◆ WHAT YOU HAVE TO DO
Every record here needs to be written out again exactly.

◆ LISTED ENTRIES
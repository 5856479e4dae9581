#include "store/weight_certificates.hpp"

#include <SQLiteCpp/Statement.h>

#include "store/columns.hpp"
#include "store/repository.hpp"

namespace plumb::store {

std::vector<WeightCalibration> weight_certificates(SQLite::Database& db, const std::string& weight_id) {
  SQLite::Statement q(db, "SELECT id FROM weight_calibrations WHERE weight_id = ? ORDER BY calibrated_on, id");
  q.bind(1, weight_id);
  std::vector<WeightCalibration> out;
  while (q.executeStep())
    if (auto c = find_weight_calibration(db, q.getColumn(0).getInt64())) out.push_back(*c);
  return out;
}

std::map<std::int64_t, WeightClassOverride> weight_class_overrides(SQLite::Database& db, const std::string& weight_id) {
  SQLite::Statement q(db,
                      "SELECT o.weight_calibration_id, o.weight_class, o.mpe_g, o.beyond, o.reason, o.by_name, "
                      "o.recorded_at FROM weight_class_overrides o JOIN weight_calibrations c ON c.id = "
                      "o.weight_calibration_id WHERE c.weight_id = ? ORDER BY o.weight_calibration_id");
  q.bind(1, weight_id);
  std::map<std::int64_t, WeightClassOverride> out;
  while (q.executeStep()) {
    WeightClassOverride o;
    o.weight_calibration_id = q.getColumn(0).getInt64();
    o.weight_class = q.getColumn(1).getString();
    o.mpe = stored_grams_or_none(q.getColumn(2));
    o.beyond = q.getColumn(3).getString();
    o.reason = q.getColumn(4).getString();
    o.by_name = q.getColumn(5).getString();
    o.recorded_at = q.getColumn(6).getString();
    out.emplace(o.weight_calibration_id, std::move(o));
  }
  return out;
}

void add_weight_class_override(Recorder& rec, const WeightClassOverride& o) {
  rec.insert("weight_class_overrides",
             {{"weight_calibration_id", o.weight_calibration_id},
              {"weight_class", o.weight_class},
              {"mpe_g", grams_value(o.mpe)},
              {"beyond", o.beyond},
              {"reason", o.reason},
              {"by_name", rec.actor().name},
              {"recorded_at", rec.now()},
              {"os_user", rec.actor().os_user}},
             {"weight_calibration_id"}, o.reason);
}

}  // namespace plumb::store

◆ FINAL ANSWER
repository 5856479e4dae9581
#include "store/weight_certificates.hpp"

#include <SQLiteCpp/Statement.h>

#include "store/columns.hpp"
#include "store/repository.hpp"

namespace plumb::store {

std::vector<WeightCalibration> weight_certificates(SQLite::Database& db, const std::string& weight_id) {
  SQLite::Statement q(db, "SELECT id FROM weight_calibrations WHERE weight_id = ? ORDER BY calibrated_on, id");
  q.bind(1, weight_id);
  std::vector<WeightCalibration> out;
  while (q.executeStep())
    if (auto c = find_weight_calibration(db, q.getColumn(0).getInt64())) out.push_back(*c);
  return out;
}

std::map<std::int64_t, WeightClassOverride> weight_class_overrides(SQLite::Database& db, const std::string& weight_id) {
  SQLite::Statement q(db,
                      "SELECT o.weight_calibration_id, o.weight_class, o.mpe_g, o.beyond, o.reason, o.by_name, "
                      "o.recorded_at FROM weight_class_overrides o JOIN weight_calibrations c ON c.id = "
                      "o.weight_calibration_id WHERE c.weight_id = ? ORDER BY o.weight_calibration_id");
  q.bind(1, weight_id);
  std::map<std::int64_t, WeightClassOverride> out;
  while (q.executeStep()) {
    WeightClassOverride o;
    o.weight_calibration_id = q.getColumn(0).getInt64();
    o.weight_class = q.getColumn(1).getString();
    o.mpe = stored_grams_or_none(q.getColumn(2));
    o.beyond = q.getColumn(3).getString();
    o.reason = q.getColumn(4).getString();
    o.by_name = q.getColumn(5).getString();
    o.recorded_at = q.getColumn(6).getString();
    out.emplace(o.weight_calibration_id, std::move(o));
  }
  return out;
}

void add_weight_class_override(Recorder& rec, const WeightClassOverride& o) {
  rec.insert("weight_class_overrides",
             {{"weight_calibration_id", o.weight_calibration_id},
              {"weight_class", o.weight_class},
              {"mpe_g", grams_value(o.mpe)},
              {"beyond", o.beyond},
              {"reason", o.reason},
              {"by_name", rec.actor().name},
              {"recorded_at", rec.now()},
              {"os_user", rec.actor().os_user}},
             {"weight_calibration_id"}, o.reason);
}

}  // namespace plumb::store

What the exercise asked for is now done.